Here, we are using again the macro, but asking it to automatically bind 3 globals: wl_compositor, to create surfaces, wl_shell, which allows us to make surfaces into real windows, and wl_shm, which allows us to share memory with the compositor.

The WaylandEnv struct will get 3 new fields, named compositor, shell and shm of type Option<(T,u32)>, giving the object T and the version that was bound. The Option part means that the field will be None if no global of this type was advertised by the server.

As here we need all 3 without any version constraints (we'll use only version 1 of the interfaces), let's extract them in a quick and dirty way:

let compositor = env.compositor.as_ref().map(|o| &o.0).unwrap();
let shell = env.shell.as_ref().map(|o| &o.0).unwrap();
let shm = env.shm.as_ref().map(|o| &o.0).unwrap();

We then create two objects: a wl_surface to show some pixels on the screen, and a wl_shell_surface to give our surface the role of a toplevel surface (a simple window).

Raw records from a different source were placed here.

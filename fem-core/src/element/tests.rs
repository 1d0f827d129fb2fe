//! Shape functions, mapping and element stiffness.
use super::*;
use crate::elasticity::Elastic;

const POINTS: [[f64; 2]; 5] = [[0.1, 0.2], [0.3, 0.3], [0.7, 0.1], [0.05, 0.9], [1.0 / 3.0, 1.0 / 3.0]];

fn curved() -> [[f64; 2]; 6] {
    [[0.0, 0.0], [2.0, 0.3], [0.4, 1.5], [1.0, 0.0], [1.3, 1.0], [0.1, 0.8]]
}

fn straight() -> [[f64; 2]; 6] {
    let mut p = curved();
    for [i, j, m] in SIDES {
        p[m] = [0.5 * (p[i][0] + p[j][0]), 0.5 * (p[i][1] + p[j][1])];
    }
    p
}

#[test]
fn shape_functions_are_nodal_and_sum_to_one() {
    for (a, xi) in NODE_XI.into_iter().enumerate() {
        for (b, n) in shape(xi).into_iter().enumerate() {
            assert!((n - f64::from(u8::from(a == b))).abs() < 1e-15, "N_{b} at node {a} is {n}");
        }
    }
    for xi in POINTS {
        assert!((shape(xi).iter().sum::<f64>() - 1.0).abs() < 1e-15);
        for k in 0..2 {
            assert!(shape_gradients(xi).iter().map(|g| g[k]).sum::<f64>().abs() < 1e-14);
        }
    }
}

#[test]
fn gradients_are_differences() {
    let h = 1e-6;
    for xi in POINTS {
        for k in 0..2 {
            let (mut up, mut down) = (xi, xi);
            up[k] += h;
            down[k] -= h;
            for a in 0..6 {
                let difference = (shape(up)[a] - shape(down)[a]) / (2.0 * h);
                assert!((shape_gradients(xi)[a][k] - difference).abs() < 1e-9, "central difference, round-off 1e-16/h");
            }
        }
    }
}

#[test]
fn mapped_gradients_reproduce_linear_fields_on_curved_sides() {
    let p = curved();
    for xi in POINTS {
        let at = mapped(&p, xi);
        let u = p.map(|[x, y]| [3.0 + 2.0 * x - y, 0.5 * x + 4.0 * y]);
        let e = strain(&at, &u);
        for (got, want) in e.into_iter().zip([2.0, 4.0, -0.5]) {
            assert!((got - want).abs() < 1e-13, "{e:?}");
        }
    }
    assert!(is_straight(&straight()) && !is_straight(&curved()));
    // Parabola segments over a chord of length c with sagitta s add 2/3 c s: the area follows by hand.
    let corner_area = 0.5 * (2.0 * 1.5 - 0.4 * 0.3);
    let bulge = |i: usize, j: usize, m: usize| {
        let (a, b, c) = (p[i], p[j], p[m]);
        let d = [c[0] - 0.5 * (a[0] + b[0]), c[1] - 0.5 * (a[1] + b[1])];
        2.0 / 3.0 * (d[0] * (b[1] - a[1]) - d[1] * (b[0] - a[0]))
    };
    let want = corner_area + SIDES.iter().map(|&[i, j, m]| bulge(i, j, m)).sum::<f64>();
    assert!((area_m2(&p) - want).abs() < 1e-14, "{} for {want}", area_m2(&p));
}

#[test]
fn stiffness_blocks_act_like_internal_forces() {
    let moduli = Elastic::new(2e9, 0.3).unwrap().moduli();
    let u: [[f64; 2]; 6] = std::array::from_fn(|a| [(1.3 * a as f64).sin() * 1e-3, (0.7 + 2.1 * a as f64).cos() * 1e-3]);
    for p in [straight(), curved()] {
        let blocks = stiffness_blocks(&p, &moduli);
        let mut f = [[0.0; 2]; 6];
        let mut pair = 0;
        for i in 0..6 {
            for j in i..6 {
                let [xx, xy, yx, yy] = blocks[pair];
                f[i] = [f[i][0] + xx * u[j][0] + xy * u[j][1], f[i][1] + yx * u[j][0] + yy * u[j][1]];
                if i != j {
                    f[j] = [f[j][0] + xx * u[i][0] + yx * u[i][1], f[j][1] + xy * u[i][0] + yy * u[i][1]];
                }
                pair += 1;
            }
        }
        let want = internal_forces(&p, &moduli, &u);
        let size = want.iter().flatten().fold(0.0, |m: f64, v| m.max(v.abs()));
        for (got, want) in f.iter().flatten().zip(want.iter().flatten()) {
            assert!((got - want).abs() < 1e-13 * size, "{got} for {want}");
        }
    }
}
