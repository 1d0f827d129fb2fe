//! Margins and utilizations of one sample, exact.
use super::{Coefficient, DemandModel, Law, Places, StrengthInputs};
use crate::strength::hoek_brown::Rating;
use crate::strength::{RockCapacity, StrengthValues};

/// Largest friction angle taken for real, rad (80 degrees).
const STEEPEST_RAD: f64 = 1.3962634015954636;

/// Coefficients and strengths of one sample.
#[derive(Debug, Clone, Default, PartialEq)]
pub struct Sample {
    /// Coefficient of each load case.
    pub coefficients: Vec<f64>,
    /// Tensile strength (cut to the apex of the shear law), cohesion, tangent of the friction angle; Pa, Pa, -.
    pub strengths: Vec<[f64; 3]>,
    /// Model factor on capacity over demand.
    pub model_factor: f64,
}

impl Sample {
    /// Fills the sample from inputs `x` in SI units.
    ///
    /// Tensile strength above `c / tan phi` is cut to it: the shear law has no strength beyond its apex.
    pub fn fill(&mut self, model: &DemandModel, x: &[f64]) {
        self.coefficients.clear();
        self.coefficients.extend(model.coefficients.iter().map(|c| match *c {
            Coefficient::One => 1.0,
            Coefficient::Input(i) => x[i],
            Coefficient::Product(i, j) => x[i] * x[j],
        }));
        self.strengths.clear();
        self.strengths.extend(model.strengths.iter().map(|s| strength_at(s, x)));
        self.model_factor = model.model_factor.map_or(1.0, |i| x[i]);
    }

    /// The sample at inputs `x`.
    pub fn new(model: &DemandModel, x: &[f64]) -> Self {
        let mut sample = Self::default();
        sample.fill(model, x);
        sample
    }
}

/// `[tensile strength, cohesion, tan phi]` of one entry at inputs `x`.
///
/// The tails of a normal distribution may draw what cannot exist: strengths below 0 count as 0, angles and indices are held within
/// their range, and a rating whose relations have no solution counts as no strength.
fn strength_at(inputs: &StrengthInputs, x: &[f64]) -> [f64; 3] {
    match *inputs {
        StrengthInputs::Typed { tensile_pa, cohesion_pa, friction_angle_rad } => {
            let cohesion = (cohesion_pa.factor * x[cohesion_pa.input]).max(0.0);
            let tangent = x[friction_angle_rad].clamp(0.0, STEEPEST_RAD).tan();
            let tensile = (tensile_pa.factor * x[tensile_pa.input]).max(0.0);
            let cut = if cohesion < tensile * tangent { cohesion / tangent } else { tensile };
            [cut, cohesion, tangent]
        }
        StrengthInputs::Rating { gsi, mi, uniaxial_strength_pa, disturbance, reductions } => {
            let rating = Rating {
                gsi: x[gsi].clamp(5.0, 100.0),
                mi: x[mi].max(1.0),
                disturbance,
                uniaxial_strength_pa: x[uniaxial_strength_pa].max(1.0),
            };
            match StrengthValues::HoekBrown(rating).capacity(&reductions) {
                Ok(RockCapacity::Resists(s)) => [s.tensile_strength_pa, s.cohesion_pa, s.tan_friction],
                Ok(RockCapacity::NoStrength) | Err(_) => [0.0; 3],
            }
        }
    }
}

/// Smallest margin of a limit at a depth over all its places, Pa, with its place; `None` where the limit has no place.
///
/// The margin is `model factor x capacity - demand`, negative where the limit is passed, continuous in every input:
///
/// ```text
/// tension, fibre   theta s_t - sigma                         sigma: major principal stress or fibre stress
/// shear            c + p t - R sqrt(1 / theta^2 + t^2)       negative exactly when F < 1 / theta; p = -(xx + yy) / 2, R: radius
/// sliding          theta sum(max(0, share c + sigma_n t)) - |tau|
/// ```
///
/// A stress beyond the apex of the shear law has a negative margin here: there the major principal stress is at least
/// `c / tan phi`, to which tensile strength is cut, so the rock is past its tensile strength too.
pub fn margin_of(model: &DemandModel, i_depth: usize, i_limit: usize, sample: &Sample) -> Option<(f64, usize)> {
    let places = &model.places[i_depth][i_limit];
    let law = &model.limits[i_limit].law;
    let margins = (0..places.at_m.len()).map(|i| (place_margin(law, places, i, sample), i));
    margins.min_by(|a, b| a.0.total_cmp(&b.0))
}

/// Margin of one place, Pa.
pub(in crate::outlook) fn place_margin(law: &Law, places: &Places, i_place: usize, sample: &Sample) -> f64 {
    let n_cases = sample.coefficients.len();
    let n_components = law.n_components();
    let of = |component: usize| {
        let from = (i_place * n_components + component) * n_cases;
        dot(&places.unit[from..from + n_cases], &sample.coefficients)
    };
    let theta = sample.model_factor;
    match law {
        Law::Tension { strength } => {
            let (center, radius) = circle(of(0), of(1), of(2));
            theta * sample.strengths[*strength][0] - (center + radius)
        }
        Law::Fibre { strength } => theta * sample.strengths[*strength][0] - of(0),
        Law::Shear { strength } => {
            let [_, c, t] = sample.strengths[*strength];
            let (center, radius) = circle(of(0), of(1), of(2));
            c - center * t - radius * (1.0 / (theta * theta) + t * t).sqrt()
        }
        Law::Sliding { strengths } => {
            let share = &places.share[i_place * strengths.len()..(i_place + 1) * strengths.len()];
            let capacity: f64 = strengths
                .iter()
                .zip(share)
                .enumerate()
                .map(|(r, (&i, share))| (share * sample.strengths[i][1] + of(1 + r) * sample.strengths[i][2]).max(0.0))
                .sum();
            theta * capacity - of(0).abs()
        }
    }
}

/// Centre and radius of the circle of an in-plane tensor.
pub(in crate::outlook) fn circle(xx: f64, yy: f64, xy: f64) -> (f64, f64) {
    let half = 0.5 * (xx - yy);
    (0.5 * (xx + yy), (half * half + xy * xy).sqrt())
}

/// Scalar product in four partial sums of fixed order: fast without letting the compiler reorder.
fn dot(a: &[f64], b: &[f64]) -> f64 {
    let mut sums = [0.0; 4];
    let (a4, b4) = (a.chunks_exact(4), b.chunks_exact(4));
    let rest: f64 = a4.remainder().iter().zip(b4.remainder()).map(|(a, b)| a * b).sum();
    for (a, b) in a4.zip(b4) {
        for k in 0..4 {
            sums[k] += a[k] * b[k];
        }
    }
    (sums[0] + sums[1]) + (sums[2] + sums[3]) + rest
}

let surface = compositor.create_surface();
let shell_surface = shell.get_shell_surface(&surface);

Then, after writing some content to a tempfile (the pixels to be displayed), we create a memory pool on the file descriptor of this tempfile: it'll be the shared memory between the server and our client:

// 40_000 is the number of bytes to map
let pool = shm.create_pool(tmp.as_raw_fd(), 40_000);

After that, we create a buffer in this memory pool, mapping a part of this pool into a 100x100 rectangle:

// 400 is the number of bytes to jump between the start of 2 lines.
// The `as u32` here is necessary because of some missing things in the XML protocol
// files, but it should hopefully not be necessary any more in a few weeks.
let buffer = pool.create_buffer(0, 100, 100, 400, WlShmFormat::Argb8888 as u32);

Then, set the shell surface as toplevel (as opposed to popup or fullscreen):

shell_surface.set_toplevel();

We attach the buffer on the surface, to define its contents:

surface.attach(Some(&buffer), 0, 0);

And then we commit our changes to the server. None of them take effect before that.

surface.commit();

Finally we sync with the server to make sure all these requests are properly processed:

env.display.sync_roundtrip().unwrap();

And we just loop { }, to keep the window displayed.

What now?

Okay, this was quite simple, and we didn't handle a single event, not very crazy, is it?

But I'll stop here on this note, which is already quite long. A new one will follow using wayland-window and wayland-kbd to do something more fancy.

I the meanwhile, you can have a look on the example I wrote for these two crates: window example, keyboard example. These examples do not yet use the wayland_env! macro, this is a new addition I made and I have not updated them yet.